- Born: 2 August 1955 (age 70)

Academic background
- Alma mater: Pembroke College, Oxford University of Leicester
- Thesis: Modelling biological macromolecules in solution: The general tri-axial ellipsoid (1980)

Academic work
- Discipline: Biochemist
- Sub-discipline: Biomolecules; hydrodynamics; archaeological science;
- Institutions: University of Bristol; University of Cambridge; University of Nottingham; University of Oslo;

= Stephen E. Harding =

British biochemist

Stephen Ernest Harding (born 2 August 1955) is a British biochemist specialising in biomolecular hydrodynamics. Harding is currently Professor of Applied Biochemistry at the University of Nottingham, has been the Director of the National Centre of Macromolecular Hydrodynamics since its foundation in 1987 and is a member of the Centre for the Study of the Viking Age.

==Academic career==
Harding studied at Pembroke College, Oxford, graduating with a Bachelor of Arts (BA) degree. He then undertook a Doctor of Philosophy (PhD) degree at the University of Leicester. His doctoral thesis was completed in 1980 and was titled "Modelling biological macromolecules in solution: The general tri-axial ellipsoid". After completing his doctorate, Harding was a Lister postdoctoral fellow at the University of Bristol and then an Oppenheimer postdoctoral fellow at the University of Cambridge. He was also a tutor in Biochemistry at Queens' College, Cambridge.

Besides developing and applying hydrodynamic methodology to biomolecules, Harding's notable work includes finding remarkable protein-like behaviour of carbohydrates and the discovery of high levels of Scandinavian genes in the ancestral population of coastal North West England. He is now part of the Saving Oseberg research team – finding natural polymer consolidants to replace the decayed cellulose and lignin in all the perilously fragile artefacts of the Oseberg Viking ship and in August 2017 appointed an adjunct Professor of the University of Oslo.

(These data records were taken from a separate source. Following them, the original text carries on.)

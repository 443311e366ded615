import { describe, expect, it } from 'vitest';
import {
  bsForwardVols,
  bsHullWhiteRefit,
  bsTargetsFromGrid,
} from '../../../src/engine/calibration/blackScholesCalibration.ts';
import { makeCurve } from '../../../src/engine/market/index.ts';
import { bsHullWhite } from '../../../src/engine/models/index.ts';
import { EngineError } from '../../../src/engine/errors.ts';
import { EXPIRIES, FO_HESTON, HULL_HW, MONEYNESS, flatCurveSpec, hestonGrid } from './syntheticMarket.ts';

const curveSpec = flatCurveSpec('DOM', 0.03);
const curve = makeCurve(curveSpec);

describe('Black–Scholes term structure', () => {
  it('turns implied vols into forward vols by additivity of variance', () => {
    // σ²_fwd = (σ₂²T₂ − σ₁²T₁)/(T₂ − T₁) (common practice): 0.2 at 1y and 0.25 at 2y give √0.085.
    const r = bsForwardVols([
      { expiry: 1, strike: 100, vol: 0.2 },
      { expiry: 2, strike: 100, vol: 0.25 },
    ]);
    expect(r.dynamics.vols[0]).toBeCloseTo(0.2, 14);
    expect(r.dynamics.vols[1]).toBeCloseTo(Math.sqrt(0.085), 14);
    expect(r.dynamics.volTimes).toEqual([1, 2]);
  });

  it('rejects quotes implying negative forward variance and names both expiries', () => {
    try {
      bsForwardVols(
        [
          { expiry: 1, strike: 100, vol: 0.3 },
          { expiry: 2, strike: 100, vol: 0.2 },
        ],
        'equities.X.bsTargets',
      );
      expect.unreachable();
    } catch (e) {
      expect(e).toBeInstanceOf(EngineError);
      const i = (e as EngineError).issues[0]!;
      expect(i.code).toBe('E_NEGATIVE_FORWARD_VARIANCE');
      expect(i.field).toBe('equities.X.bsTargets[0..1]');
      expect(i.message).toMatch(/T = 1 and T = 2/);
    }
  });

  it('reads ATM-forward targets from a grid', () => {
    const g = hestonGrid({
      ccy: 'DOM',
      spot: 100,
      divYield: 0,
      curve: curveSpec,
      heston: FO_HESTON,
      expiries: EXPIRIES,
      moneyness: MONEYNESS,
    });
    const t = bsTargetsFromGrid(g, curve);
    expect(t.map((x) => x.expiry)).toEqual(EXPIRIES);
    t.forEach((x) => expect(x.strike).toBeCloseTo(100 * Math.exp(0.03 * x.expiry), 8));
  });
});

describe('Black–Scholes refit under Hull–White rates', () => {
  const targets = [0.5, 1, 2, 5, 10].map((T, i) => ({
    expiry: T,
    strike: 100 * Math.exp(0.03 * T),
    vol: 0.2 + 0.005 * i,
  }));
  for (const rho of [-0.5, 0, 0.5]) {
    it(`matches every target when repriced by the models layer BS–HW closed form (ρ = ${rho})`, () => {
      const r = bsHullWhiteRefit({ targets, hw: HULL_HW, rhoSR: rho, spot: 100, divYield: 0, curve });
      targets.forEach((t) => {
        const p = bsHullWhite({
          type: 'call',
          S: 100,
          K: t.strike,
          T: t.expiry,
          q: 0,
          curve,
          vol: r.dynamics,
          hw: HULL_HW,
          rho,
        });
        expect(Math.abs(p.effectiveVol - t.vol), `T=${t.expiry}: ${p.effectiveVol} vs ${t.vol}`).toBeLessThan(
          1e-12,
        );
      });
    });
  }

  it('reduces to the deterministic-rate forward vols as the rate vol goes to zero', () => {
    const det = bsForwardVols(targets);
    const r = bsHullWhiteRefit({
      targets,
      hw: { a: 0.08, sigma: 1e-13 },
      rhoSR: 0.5,
      spot: 100,
      divYield: 0,
      curve,
    });
    r.dynamics.vols.forEach((v, i) => expect(Math.abs(v - det.dynamics.vols[i]!)).toBeLessThan(1e-9));
  });

  it('lowers the equity vol when rates add variance (ρ = 0)', () => {
    const det = bsForwardVols(targets);
    const r = bsHullWhiteRefit({ targets, hw: HULL_HW, rhoSR: 0, spot: 100, divYield: 0, curve });
    r.dynamics.vols.forEach((v, i) => expect(v).toBeLessThan(det.dynamics.vols[i]!));
  });

  it('reports a target the rate variance alone exceeds, naming the expiry', () => {
    expect(() =>
      bsHullWhiteRefit({
        targets: [{ expiry: 10, strike: 100, vol: 0.02 }],
        hw: { a: 0.01, sigma: 0.03 },
        rhoSR: 0,
        spot: 100,
        divYield: 0,
        curve,
        field: 'bs',
      }),
    ).toThrow(/bs\[0\] cannot be matched under Hull–White rates/);
  });
});
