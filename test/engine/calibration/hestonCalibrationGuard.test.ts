import { describe, expect, it } from 'vitest';
import {
  calibrateHeston,
  hestonModelPrices,
  PRICER_CHECK_VOL_POINTS,
} from '../../../src/engine/calibration/hestonCalibration.ts';
import { cosCallPricesAdaptive } from '../../../src/engine/calibration/cosPricer.ts';
import {
  h1hwCumulants,
  h1hwExtraVariance,
  h1hwLogChfGrid,
  sqrtVarianceTable,
} from '../../../src/engine/calibration/h1hwCharFn.ts';
import { blackImpliedVol } from '../../../src/engine/calibration/blackFormulas.ts';
import { gridQuotes } from '../../../src/engine/calibration/volGrid.ts';
import { makeCurve, equityForward } from '../../../src/engine/market/index.ts';
import {
  defaultTruncationL,
  hestonCharFn,
  hestonCumulants,
  hestonExponentGrid,
  hestonLewis,
  type HestonParams,
} from '../../../src/engine/models/index.ts';
import { Complex } from '../../../src/engine/math/complex.ts';
import { integrateAdaptive } from '../../../src/engine/math/quadrature.ts';
import type { EquityQuote } from '../../../src/engine/market/types.ts';
import { FO_HESTON, EXPIRIES, MONEYNESS, flatCurveSpec, hestonGrid } from './syntheticMarket.ts';
import { expectClose } from '../../helpers/expectClose.ts';

const curveSpec = flatCurveSpec('DOM', 0.02);
const curve = makeCurve(curveSpec);
// Andersen (2008) QE paper Case I parameters (from memory; published.md §1): heavy tails at long expiries.
const CASE_I: HestonParams = { v0: 0.04, kappa: 0.5, theta: 0.04, sigma: 1, rho: -0.9 };
const LONG = [0.5, 1, 2, 5, 10];

/** A vol grid priced by the models layer's Lewis integral (a second method, independent of the COS slices). */
function lewisGrid(p: HestonParams, expiries: number[]): EquityQuote {
  const base: EquityQuote = { currency: 'DOM', spot: 100, divYield: 0.01, vols: { expiries: [], vols: [] } };
  const vols = expiries.map((T) => {
    const F = equityForward(base, curve, T);
    const df = curve.df(T);
    return MONEYNESS.map((m) => {
      const K = m * 100;
      const call = df * hestonLewis({ S: F, T, r: 0, q: 0, params: p, type: 'call', K });
      return blackImpliedVol({ forward: F, strike: K, expiry: T, df, isCall: true, price: call });
    });
  });
  return { ...base, vols: { expiries, moneyness: MONEYNESS, vols } };
}

describe('COS slices with a range from the model and terms from the characteristic function', () => {
  it('price Andersen (2008) Case I (K=100) to 1e-7 on the cumulant range (published.md re-computation 13.084670137)', () => {
    const { c1, c2, c4 } = hestonCumulants(CASE_I, 10);
    const half = defaultTruncationL(c2, c4, 1e-10) * Math.sqrt(c2 + Math.sqrt(Math.abs(c4)));
    const r = cosCallPricesAdaptive({
      logChfGrid: (u, re, im) => hestonExponentGrid(CASE_I, 10, u, re, im),
      forward: 100,
      df: 1,
      strikes: [100],
      lo: c1 - half,
      width: 2 * half,
      tol: 1e-9,
    });
    expect(r.converged).toBe(true);
    expectClose('Case I', r.prices[0]!, 13.084670137, 1e-7);
  });

  it('price the exact Heston–Hull–White values of published.md §2 (ρ(S,r) = 0) within 2e-5 under H1-HW', () => {
    // published.md §2: QuantLib 1.29 AnalyticHestonHullWhiteEngine, Grzelak thesis case (via QuantLib test-suite).
    const exact = [68.994785, 41.762904, 30.62615, 21.877724, 8.562999];
    const p: HestonParams = { v0: 0.05, kappa: 0.3, theta: 0.05, sigma: 0.6, rho: -0.3 };
    const rates = { hw: { a: 0.01, sigma: 0.01 }, rhoSR: 0 };
    const df = Math.exp(-0.2);
    const { c1, c2, c4 } = h1hwCumulants(p, 10, rates);
    const half = defaultTruncationL(c2, c4, 1e-10) * Math.sqrt(c2 + Math.sqrt(Math.abs(c4)));
    const r = cosCallPricesAdaptive({
      logChfGrid: h1hwLogChfGrid(p, 10, rates),
      forward: 100 / df,
      df,
      strikes: [40, 80, 100, 120, 180],
      lo: c1 - half,
      width: 2 * half,
      tol: 1e-9,
    });
    r.prices.forEach((g, i) => expectClose(`HHW K index ${i}`, g, exact[i]!, 2e-5));
  });
});

describe('pricer check of the Heston calibration', () => {
  it('the market-range slices misprice the Case I grid by more than 1e-4 × F at T = 10 (what the check is for)', () => {
    const quotes = gridQuotes(lewisGrid(CASE_I, [10]), curve, 'equities.EQ');
    const fast = hestonModelPrices(CASE_I, quotes);
    const worst = Math.max(...quotes.map((q, i) => Math.abs(fast[i]! - q.price) / (q.df * q.forward)));
    expect(worst, `worst |fast − Lewis|/(df·F) = ${worst}`).toBeGreaterThan(1e-4);
  });

  it('refits a heavy-tailed grid on the model range, says so, and then reprices it like the Lewis integral', () => {
    const eq = lewisGrid(CASE_I, LONG);
    const start = { v0: 0.035, kappa: 0.7, theta: 0.05, sigma: 0.8, rho: -0.8 };
    const r = calibrateHeston({ name: 'EQ', equity: eq, curve, starts: [start] });
    expect(r.pricer.residualPricer).toBe('model-range');
    expect(r.pricer.refitted).toBe(true);
    expect(r.pricer.disagreementVolPoints).toBeGreaterThan(PRICER_CHECK_VOL_POINTS);
    expect(r.pricer.finalDisagreementVolPoints).toBeLessThanOrEqual(PRICER_CHECK_VOL_POINTS);
    expect(r.warnings.map((w) => w.code)).not.toContain('W_PRICER_RANGE');
    // The reported rows now reprice the quotes as the Lewis integral does (second method), well inside 1e-6 × F.
    const quotes = gridQuotes(eq, curve, 'equities.EQ');
    r.rows.forEach((row, i) => {
      const q = quotes[i]!;
      const lewis =
        q.df *
        hestonLewis({
          S: q.forward,
          T: q.expiry,
          r: 0,
          q: 0,
          params: r.params,
          type: q.isCall ? 'call' : 'put',
          K: q.strike,
        });
      expectClose(`row ${i} T=${q.expiry} K=${q.strike}`, row.modelPrice, lewis, 1e-6 * q.df * q.forward);
    });
    // Noiseless quotes of known parameters: the refit recovers them.
    for (const n of ['v0', 'kappa', 'theta', 'sigma', 'rho'] as const)
      expectClose(`Case I ${n}`, r.params[n], CASE_I[n], 2e-3);
    expect(r.rmseVolPoints).toBeLessThan(0.01);
  });

  it('leaves an ordinary fit on the market-range slices (Fang–Oosterlee grid): not triggered, says so', () => {
    const grid = hestonGrid({
      ccy: 'DOM',
      spot: 100,
      divYield: 0.01,
      curve: curveSpec,
      heston: FO_HESTON,
      expiries: EXPIRIES,
      moneyness: MONEYNESS,
    });
    const r = calibrateHeston({ name: 'EQ', equity: grid, curve, starts: [FO_HESTON] });
    expect(r.pricer.residualPricer).toBe('market-range');
    expect(r.pricer.refitted).toBe(false);
    expect(r.pricer.disagreementVolPoints).toBeLessThanOrEqual(PRICER_CHECK_VOL_POINTS);
  });

  it('guards the H1-HW variant too: refits on the model range and then matches a Lewis integral of the H1-HW function', () => {
    const rates = { hw: { a: 0.05, sigma: 0.01 }, rhoSR: 0.2 };
    const eq = lewisGrid(CASE_I, LONG);
    const r = calibrateHeston({ name: 'EQ', equity: eq, curve, rates, starts: [CASE_I] });
    expect(r.pricer.residualPricer).toBe('model-range');
    expect(r.pricer.refitted).toBe(true);
    expect(r.pricer.finalDisagreementVolPoints).toBeLessThanOrEqual(PRICER_CHECK_VOL_POINTS);
    // Second method: the Lewis (2001) call formula on Im u = −½ with φ_H1(z) = φ_Heston(z)·exp(−½(z² + iz)Σ²(T))
    // (the Gaussian factor of h1hwCharFn.ts continued to complex z), integrated adaptively.
    const quotes = gridQuotes(eq, curve, 'equities.EQ');
    for (const i of [0, 20, 24, 31, 34]) {
      const q = quotes[i]!;
      const T = q.expiry;
      // Σ²(T) with the calibration's own E√v(t) table (its interpolation is part of the model being fitted).
      const extra = h1hwExtraVariance(r.params, T, { ...rates, sqrtV: sqrtVarianceTable(r.params, 10) });
      const k = Math.log(q.forward / q.strike);
      const integrand = (u: number): number => {
        const z = Complex.of(u, -0.5);
        const gauss = z
          .mul(z)
          .add(Complex.I.mul(z))
          .scale(-0.5 * extra)
          .exp();
        const phi = hestonCharFn(r.params, T, z).mul(gauss);
        return Complex.fromPolar(1, u * k).mul(phi).re / (u * u + 0.25);
      };
      const integral = integrateAdaptive(integrand, 0, 400, {
        absTol: 1e-12,
        relTol: 1e-13,
        maxSegments: 20000,
      });
      const call = q.df * (q.forward - (Math.sqrt(q.forward * q.strike) / Math.PI) * integral);
      const ref = q.isCall ? call : call - q.df * (q.forward - q.strike);
      expectClose(`H1-HW row ${i} T=${T} K=${q.strike}`, r.rows[i]!.modelPrice, ref, 1e-6 * q.df * q.forward);
    }
  });
});
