import { describe, expect, it } from 'vitest';
import {
  calibrationStability,
  stabilityOfFits,
} from '../../../src/engine/calibration/calibrationStability.ts';
import { calibrateLadder, snapshotLadderBasis } from '../../../src/engine/study/ladderCalibration.ts';
import { FO_HESTON, syntheticSnapshot } from './syntheticMarket.ts';

describe('parameter stability over a series of snapshots', () => {
  // Known paths: v0 moves day by day, everything else fixed; HW σ moves.
  const v0s = [0.0175, 0.019, 0.018, 0.0165];
  const sigmas = [0.01, 0.0105, 0.0102, 0.0098];
  const snaps = v0s.map((v0, i) =>
    syntheticSnapshot({
      date: `2030-01-0${i + 2}`,
      hestonDom: { ...FO_HESTON, v0 },
      hwDom: { a: 0.08, sigma: sigmas[i]! },
    }),
  );
  const r = calibrationStability(snaps, { equities: ['EQD'], currencies: ['DOM'] });

  it('recovers each date’s parameters and their day-to-day changes', () => {
    const v0 = r.paths.find((p) => p.model === 'heston:EQD' && p.parameter === 'v0')!;
    v0.values.forEach((v, i) => expect(Math.abs(v / v0s[i]! - 1), `day ${i}`).toBeLessThan(3e-3));
    expect(v0.changes).toHaveLength(3);
    v0.changes.forEach((c, i) => expect(Math.abs(c - (v0s[i + 1]! - v0s[i]!))).toBeLessThan(2e-4));
    const sig = r.paths.find((p) => p.model === 'hull-white:DOM' && p.parameter === 'sigma')!;
    sig.values.forEach((v, i) => expect(Math.abs(v - sigmas[i]!)).toBeLessThan(1e-7));
  });

  it('computes the coefficient of variation as sample std / |mean| and carries SE and condition numbers', () => {
    const sig = r.paths.find((p) => p.model === 'hull-white:DOM' && p.parameter === 'sigma')!;
    const m = sig.values.reduce((s, x) => s + x, 0) / 4;
    const sd = Math.sqrt(sig.values.reduce((s, x) => s + (x - m) ** 2, 0) / 3);
    expect(sig.coefficientOfVariation).toBeCloseTo(sd / m, 12);
    expect(sig.standardErrors.every((s) => Number.isFinite(s) && s > 0)).toBe(true);
    expect(sig.conditionNumbers.every((c) => c >= 1)).toBe(true);
    expect(r.dates).toEqual(['2030-01-02', '2030-01-03', '2030-01-04', '2030-01-05']);
  });

  it('needs at least two snapshots', () => {
    expect(() => calibrationStability(snaps.slice(0, 1), { equities: ['EQD'] })).toThrow(/at least 2 dates/);
  });

  it('follows the ladder a study of each date calibrates, parameter for parameter', () => {
    const ladder = {
      analysis: snapshotLadderBasis(snaps[0]!, { equities: ['EQD'] }),
      candidates: ['stochVol' as const, 'domesticRate' as const],
      required: [],
      mode: 'fair' as const,
      scheme: 'qe' as const,
    };
    const viaLadder = calibrationStability(snaps, { ladder });
    snaps.forEach((s, i) => {
      const l = calibrateLadder({ ...ladder, snapshot: s });
      const path = (m: string, k: string) =>
        viaLadder.paths.find((p) => p.model === m && p.parameter === k)!.values[i];
      for (const k of ['v0', 'kappa', 'theta', 'sigma', 'rho'] as const)
        expect(path('heston:EQD', k), `${s.date} ${k}`).toBe(l.heston.EQD![k]);
      expect(path('hull-white:DOM', 'a')).toBe(l.hullWhite.DOM!.params.a);
      expect(path('hull-white:DOM', 'sigma')).toBe(l.hullWhite.DOM!.params.sigma);
    });
  });

  it('orders the dates and keeps a parameter missing on a date out of that date', () => {
    const fit = (v: number) => ({
      model: 'm',
      parameters: [{ name: 'x', value: v, standardError: 0.1 }],
      conditionNumber: 2,
      fitRmse: 0.01,
    });
    const r = stabilityOfFits([
      { date: '2030-01-03', fits: [fit(2)] },
      { date: '2030-01-02', fits: [fit(1)] },
      { date: '2030-01-04', fits: [] },
    ]);
    expect(r.dates).toEqual(['2030-01-02', '2030-01-03', '2030-01-04']);
    expect(r.paths[0]!.dates).toEqual(['2030-01-02', '2030-01-03']);
    expect(r.paths[0]!.changes).toEqual([1]);
    // Sample sd of {1, 2} = 1/√2, mean 1.5.
    expect(r.paths[0]!.coefficientOfVariation).toBeCloseTo(Math.SQRT1_2 / 1.5, 14);
  });

  it('names the date and the field when a snapshot of the series lacks an equity', () => {
    const broken = { ...snaps[1]!, equities: { EQF: snaps[1]!.equities.EQF! } };
    expect(() => calibrationStability([snaps[0]!, broken], { equities: ['EQD'] })).toThrow(
      /2030-01-03: equities\.EQD must be in every snapshot/,
    );
  });
});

In 1991 he became a junior medallist of the Royal Society of Chemistry and in 2002 awarded a DSc from the University of Oxford. For his scientific and historical investigation of the Vikings in North West England, where he hails from, he was, in 2011, made a Knight of the 1st class of the Royal Norwegian Order of Merit by King Harald of Norway for his "outstanding service in the interests of Norway". He gave the 2016 Hakon Hakonsson Lecture at Largs, and the 2017 Svedberg lecture.

==Works==
===Papers===
- Bowden, Georgina R. (2008). "Excavating past population structures by surname-based sampling: the genetic legacy of the Vikings in Northwest England"
- Heinze, Thomas; Nikolajski, Melanie; Daus, Stephan, Besong, Tabot M.D., Michaelis, Nico; Berlin, Peter; Morris, Gordon A.; Rowe, Arthur J.; Harding, Stephen E. (2011) "Protein‐like Oligomerization of Carbohydrates", Angewandte Chemie International Edition. 50(37): 8602–8604.
- Harding, Stephen E. (2018) "The Svedberg Lecture 2017. From nano to micro: the huge dynamic range of the analytical ultracentrifuge for characterising the sizes, shapes and interactions of molecules and assemblies in Biochemistry and Polymer Science", European Biophysics Journal. 47(7): 697–707
- Wakefield, Jennifer M.K.; Gillis, Richard B.; Adams, Gary G.; McQueen, Caitlin, M.A.; Harding, Stephen E. (2018) "Controlled depolymerisation assessed by analytical ultracentrifugation of low molecular weight chitosan for use in archaeological conservation". European Biophysics Journal. 47(7): 769–775
- Full list of publications: Google Scholar

===Books===
- Harding, Stephen E. (1992). "Analytical ultracentrifugation in biochemistry and polymer science"
- Cavill, Paul (2000). "Wirral and Its Viking Heritage"
- Harding, Stephen (2002). "Viking Mersey: Scandinavian Wirral, West Lancashire and Chester"
- Harding, Stephen (2010). "Viking DNA: The Wirral and West Lancashire Project"
- Harding, Stephen E. (2016). "Ingimund's Saga : Viking Wirral."
- Harding, Stephen (2017). Science and the Vikings. The Hakon Hakonsson Lecture, 2016. Largs & District Historical Society. ISBN 978-1-527207-0-66.
- Harding, Stephen; Tombs, Michael P.; Adams, Gary G.; Paulsen, Berit Smestad; Inngjerdingen, Kari Tvete; Barsett, Hilde (2017) An Introduction to Polysaccharide Biotechnology. 2nd Edition. CRC Press. ISBN 978-1482246971.